### Work request
Type out all the records once more, exactly.

### Given information
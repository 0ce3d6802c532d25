/**
 * Claim codes. A plant's code is an HMAC of its id and claim version under the server's claim
 * key, so a printed card can show it again later while only its hash is stored; reissuing bumps
 * the version, which changes the code and retires the old one.
 */
import { createHmac } from 'node:crypto';
import { encodeBase32LowerCaseNoPadding } from '@oslojs/encoding';
import { hashToken } from '../auth/tokens';

/** 20 bytes of the MAC: 160 bits, the same length and alphabet as every e-mailed token. */
const CODE_BYTES = 20;

export function claimCode(secret: string, plantId: number, claimVersion: number): string {
	const mac = createHmac('sha256', secret).update(`bunchline-claim:${plantId}:${claimVersion}`).digest();
	return encodeBase32LowerCaseNoPadding(mac.subarray(0, CODE_BYTES));
}

/** What the plants table stores: the code's SHA-256, never the code. */
export const claimCodeHash = (code: string) => hashToken(code);

export const claimPath = (code: string) => `/claim/${code}`;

### Response to the task
repository 0ce3d6802c532d25
/**
 * Claim codes. A plant's code is an HMAC of its id and claim version under the server's claim
 * key, so a printed card can show it again later while only its hash is stored; reissuing bumps
 * the version, which changes the code and retires the old one.
 */
import { createHmac } from 'node:crypto';
import { encodeBase32LowerCaseNoPadding } from '@oslojs/encoding';
import { hashToken } from '../auth/tokens';

/** 20 bytes of the MAC: 160 bits, the same length and alphabet as every e-mailed token. */
const CODE_BYTES = 20;

export function claimCode(secret: string, plantId: number, claimVersion: number): string {
	const mac = createHmac('sha256', secret).update(`bunchline-claim:${plantId}:${claimVersion}`).digest();
	return encodeBase32LowerCaseNoPadding(mac.subarray(0, CODE_BYTES));
}

/** What the plants table stores: the code's SHA-256, never the code. */
export const claimCodeHash = (code: string) => hashToken(code);

export const claimPath = (code: string) => `/claim/${code}`;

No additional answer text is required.